[Dataset entries]

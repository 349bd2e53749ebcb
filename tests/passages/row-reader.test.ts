import { expect, test } from 'vitest'
import { layoutOf } from '../../src/passages/layout.ts'
import type { LogRow, PositionReport, RejectedRow } from '../../src/passages/position-report.ts'
import { reportOfCells, reportOfObject } from '../../src/passages/row-reader.ts'

const KNOT = 1852 / 3600 // m/s, BIPM

function rowOf(header: string, row: string, delimiter = ','): LogRow {
  const { layout } = layoutOf(header.split(delimiter), 1)
  return reportOfCells(row.split(delimiter), layout!, 7)
}

const report = (header: string, row: string, delimiter?: string): PositionReport => {
  const { report: found, rejected } = rowOf(header, row, delimiter)
  expect(rejected).toBeUndefined()
  return found!
}

const US =
  'MMSI,BaseDateTime,LAT,LON,SOG,COG,Heading,VesselName,IMO,CallSign,VesselType,Status,Length,Width,Draft,Cargo,TransceiverClass'

test('a row of the older US layout', () => {
  const row =
    '299000009,2022-01-03T00:00:03,29.57679,-90.60568,6.6,159.2,157.0,SAINT EXAMPLE,IMO0000000,WDX0001,31.0,12.0,26.0,10.0,3.1,52.0,A'
  expect(report(US, row)).toEqual({
    line: 7,
    time: 1641168003,
    vesselKey: 'mmsi:299000009',
    mmsi: '299000009',
    eni: undefined,
    name: 'SAINT EXAMPLE',
    lon: -90.60568,
    lat: 29.57679,
    speed: 6.6 * KNOT,
    course: 159.2,
    heading: 157,
    navigationStatus: 12,
    shipType: 31,
    length: 26,
    beam: 10,
    draught: 3.1,
    mobile: 'vessel',
    vesselClass: undefined,
    loading: undefined,
    convoyLength: NaN,
    convoyBeam: NaN,
    convoyDraught: NaN,
    waterLevel: NaN,
    current: NaN,
  })
})

test('a row of the newer US layout, and one of 2017 with a status in words', () => {
  const newer =
    'mmsi,base_date_time,longitude,latitude,sog,cog,heading,vessel_name,imo,call_sign,vessel_type,status,length,width,draft,cargo,transceiver'
  expect(report(newer, '299000009,2024-07-12 00:00:03,-90.6,29.5,0.0,360.0,511,,,,,,0,0,0,,B')).toMatchObject(
    { time: 1720742403, lon: -90.6, lat: 29.5, speed: 0, course: NaN, heading: NaN, length: NaN },
  )
  const old = US.replace(',TransceiverClass', '')
  expect(
    report(old, '299000009,2017-01-03T00:00:03,29.5,-90.6,3.5,-55.4,358.0,X,,,1004,moored,,,,'),
  ).toMatchObject({ shipType: 70, navigationStatus: 5, course: -55.4 + 409.6 })
})

test('a row of the Danish layout, and a buoy that has no speed', () => {
  const header =
    '# Timestamp,Type of mobile,MMSI,Latitude,Longitude,Navigational status,ROT,SOG,COG,Heading,IMO,Callsign,Name,Ship type,Cargo type,Width,Length,Type of position fixing device,Draught,Destination,ETA,Data source type'
  expect(
    report(
      header,
      '29/02/2024 12:34:56,Class A,219000001,55.921028,17.320418,Constrained by her draught,0.0,12.5,255.5,256,Unknown,Unknown,EXEMPEL,Tanker,,20,130,GPS,8.6,,,AIS',
    ),
  ).toMatchObject({
    time: 1709210096,
    lat: 55.921028,
    lon: 17.320418,
    speed: 12.5 * KNOT,
    navigationStatus: 4,
    shipType: 80,
    beam: 20,
    length: 130,
    draught: 8.6,
    name: 'EXEMPEL',
    mobile: 'vessel',
  })
  expect(
    report(
      header,
      '01/06/2018 00:00:00,AtoN,992190001,91.0,181.0,Unknown value,,,,,,,,Undefined,,,,Surveyed, ,, ,AIS',
    ),
  ).toMatchObject({
    mobile: 'aid-to-navigation',
    speed: NaN,
    lat: NaN,
    lon: NaN,
    draught: NaN,
    shipType: NaN,
  })
})

test('a row of the Norwegian layout', () => {
  const header = 'mmsi;lon;lat;date_time_utc;sog;cog;true_heading;nav_status;rot;message_nr;source'
  expect(report(header, '257000001;10.5;59.1;2024-07-12 00:00:03;7.2;180.5;181;0;0;1;g', ';')).toMatchObject({
    time: 1720742403,
    lon: 10.5,
    lat: 59.1,
    heading: 181,
  })
})

const OWN =
  'time,mmsi,eni,lat,lon,sog_kn,cog_deg,vessel_class,loading,convoy_length_m,convoy_beam_m,convoy_draught_m,water_level_m,current_mps'
const OWN_ROW = [
  '2022-01-03T00:00:03Z',
  '',
  '2325678',
  '52.1',
  '5.1',
  '9',
  '10',
  'cemt-va',
  'laden',
  '110',
  '11.4',
  '2.8',
  '-0.5',
  '0.7',
]

/** A row of ours with other cells in place of some. */
function own(changes: Readonly<Record<string, string>> = {}): LogRow {
  const names = OWN.split(',')
  const row = OWN_ROW.map((cell, index) => changes[names[index]!] ?? cell)
  return reportOfCells(row, layoutOf(names, 1).layout!, 7)
}

test('a row of our own layout, by its ENI', () => {
  expect(own().report).toMatchObject({
    vesselKey: 'eni:02325678',
    mmsi: undefined,
    eni: '02325678',
    vesselClass: 'cemt-va',
    loading: 'laden',
    convoyLength: 110,
    convoyBeam: 11.4,
    convoyDraught: 2.8,
    waterLevel: -0.5,
    current: 0.7,
  })
  expect(own({ mmsi: '299000001' }).report).toMatchObject({ vesselKey: 'mmsi:299000001', eni: '02325678' })
  expect(own({ mmsi: '12345' }).report).toMatchObject({ vesselKey: 'eni:02325678', mmsi: undefined })
  expect(own({ mmsi: '299000001', eni: 'x' }).report).toMatchObject({ mmsi: '299000001', eni: undefined })
})

test('a convoy of zeros is none', () => {
  const found = own({ convoy_length_m: '0', convoy_beam_m: '0.0', convoy_draught_m: '' }).report
  expect(found).toMatchObject({ convoyLength: NaN, convoyBeam: NaN, convoyDraught: NaN })
})

test('a position of zeros is none, one on the equator is one', () => {
  expect(own({ lat: '0', lon: '0.0' }).report).toMatchObject({ lat: NaN, lon: NaN })
  expect(own({ lat: '0', lon: '9' }).report).toMatchObject({ lat: 0, lon: 9 })
  expect(own({ lat: '120' }).report).toMatchObject({ lat: NaN, lon: 5.1 })
})

test.each([
  [{ time: '' }, 'time-missing'],
  [{ time: 'Unknown' }, 'time-missing'],
  [{ time: 'yesterday' }, 'time-unreadable'],
  [{ time: '2022-02-30T00:00:03Z' }, 'time-unreadable'],
  [{ time: '2022-01-03T00:00:03' }, 'time-without-zone'],
  [{ eni: '' }, 'vessel-not-identified'],
  [{ eni: '12' }, 'eni-unreadable'],
  [{ mmsi: '12345678', eni: '' }, 'mmsi-unreadable'],
  [{ lat: '52,1' }, 'number-unreadable'],
  [{ lon: '5°6' }, 'number-unreadable'],
  [{ sog_kn: '0x10' }, 'number-unreadable'],
  [{ sog_kn: 'Infinity' }, 'number-unreadable'],
  [{ sog_kn: '-0.1' }, 'figure-out-of-range'],
  [{ sog_kn: '' }, 'speed-not-available'],
  [{ sog_kn: '102.3' }, 'speed-not-available'],
  [{ sog_kn: '1e308' }, 'speed-not-available'],
  [{ cog_deg: '-55.4' }, 'figure-out-of-range'],
  [{ loading: 'half' }, 'loading-unknown'],
  [{ convoy_length_m: '501' }, 'figure-out-of-range'],
  [{ convoy_length_m: '-1' }, 'figure-out-of-range'],
  [{ convoy_beam_m: '100.5' }, 'figure-out-of-range'],
  [{ convoy_draught_m: '31' }, 'figure-out-of-range'],
  [{ convoy_draught_m: 'x' }, 'number-unreadable'],
  [{ water_level_m: '50.1' }, 'figure-out-of-range'],
  [{ water_level_m: '-51' }, 'figure-out-of-range'],
  [{ current_mps: '5.1' }, 'figure-out-of-range'],
  [{ current_mps: '1\0' }, 'number-unreadable'],
])('a row with %j is rejected as %s', (changes, reason) => {
  expect(own(changes as Record<string, string>).rejected?.reason).toBe(reason)
})

test('a refusal names the column and what stands there, cut short, and keeps what could be read', () => {
  const { rejected } = own({ mmsi: '299000001', water_level_m: `"${'x'.repeat(60_000)}` })
  expect(rejected).toEqual({
    line: 7,
    reason: 'number-unreadable',
    detail: `water_level_m "\\"${'x'.repeat(39)}" is not a number: write it in decimal, with a point`,
    time: 1641168003,
    mmsi: '299000001',
    eni: '02325678',
    name: undefined,
  } satisfies RejectedRow)
  expect(own({ current_mps: '9' }).rejected?.detail).toBe(
    'current_mps "9" is out of its range: it is -5 to 5',
  )
})

test('a row needs as many cells as the header; empty ones beyond it are let pass', () => {
  const header = 'time,mmsi,lat,lon,sog_kn,vessel_name'
  const row = '2022-01-03T00:00:03Z,299000001,52.1,5.1,9,A'
  expect(report(header, `${row},, `).name).toBe('A')
  expect(rowOf(header, `${row},,B`).rejected).toMatchObject({ reason: 'cells-too-many', mmsi: '299000001' })
  expect(rowOf(header, '2022-01-03T00:00:03Z,299000001,52.1').rejected).toMatchObject({
    reason: 'cells-missing',
    detail: 'The row has 3 cells where the header has 6',
    time: 1641168003,
    mmsi: '299000001',
  })
})

function object(value: unknown): { row: LogRow; unknown: string[] } {
  const unknown: string[] = []
  return { row: reportOfObject(value, 4, (key) => unknown.push(key)), unknown }
}

const PLAIN = { time: '2022-01-03T00:00:03Z', mmsi: '299000001', lat: 52.1, lon: 5.1, sog_kn: 9 }

test('an object has the same names, in either letter case, with numbers or their text', () => {
  const expected = { line: 4, time: 1641168003, mmsi: '299000001', lat: 52.1, lon: 5.1, speed: 9 * KNOT }
  expect(object(PLAIN).row.report).toMatchObject(expected)
  const { row, unknown } = object({
    MMSI: 299000001,
    BaseDateTime: '2022-01-03T00:00:03',
    LAT: '52.1',
    Longitude: 5.1,
    sog: '9.0',
    rot: null,
    length_m: null,
    Length: 110,
  })
  expect(row.report).toMatchObject({ ...expected, length: 110 })
  expect(unknown).toEqual(['rot'])
})

test('objects and rows make reports of the same fields in the same order', () => {
  expect(Object.keys(object(PLAIN).row.report!)).toEqual(Object.keys(own().report!))
})

test.each([
  [{ ...PLAIN, time: '2022-01-03T00:00:03' }, 'time-without-zone'],
  [{ ...PLAIN, time: 1641168003 }, 'time-unreadable'],
  [{ ...PLAIN, time: null }, 'time-missing'],
  [{ ...PLAIN, mmsi: undefined }, 'vessel-not-identified'],
  [{ ...PLAIN, mmsi: 0 }, 'vessel-not-identified'],
  [{ ...PLAIN, mmsi: [299000001] }, 'mmsi-unreadable'],
  [{ ...PLAIN, sog_kn: true }, 'number-unreadable'],
  [{ ...PLAIN, sog_kn: [9] }, 'number-unreadable'],
  [{ ...PLAIN, sog_kn: {} }, 'number-unreadable'],
  [{ ...PLAIN, sog_kn: null }, 'speed-not-available'],
  [{ ...PLAIN, lat: '52,1' }, 'number-unreadable'],
  [{ ...PLAIN, SOG: 9 }, 'field-twice'],
  [{}, 'time-missing'],
  [[PLAIN], 'not-json'],
  ['text', 'not-json'],
  [5, 'not-json'],
  [null, 'not-json'],
])('%j is rejected as %s', (value, reason) => {
  expect(object(JSON.parse(JSON.stringify(value))).row.rejected?.reason).toBe(reason)
})

test('keys that every object has are unknown ones', () => {
  const text = `{"__proto__":{"mmsi":"1"},"constructor":1,"toString":2,${JSON.stringify(PLAIN).slice(1)}`
  const { row, unknown } = object(JSON.parse(text))
  expect(row.report?.mmsi).toBe('299000001')
  expect(unknown).toEqual(['__proto__', 'constructor', 'toString'])
  expect(({} as Record<string, unknown>)['mmsi']).toBeUndefined()
})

[/Dataset entries]

*Assignment*.
Would you please reproduce the records above exactly, only from their first line through the line holding "LogRow, PositionReport, RejectedRow", with both ends included?

*Answer for this exercise*.
repository 349bd2e53749ebcb
filename tests/passages/row-reader.test.ts
import { expect, test } from 'vitest'
import { layoutOf } from '../../src/passages/layout.ts'
import type { LogRow, PositionReport, RejectedRow } from '../../src/passages/position-report.ts'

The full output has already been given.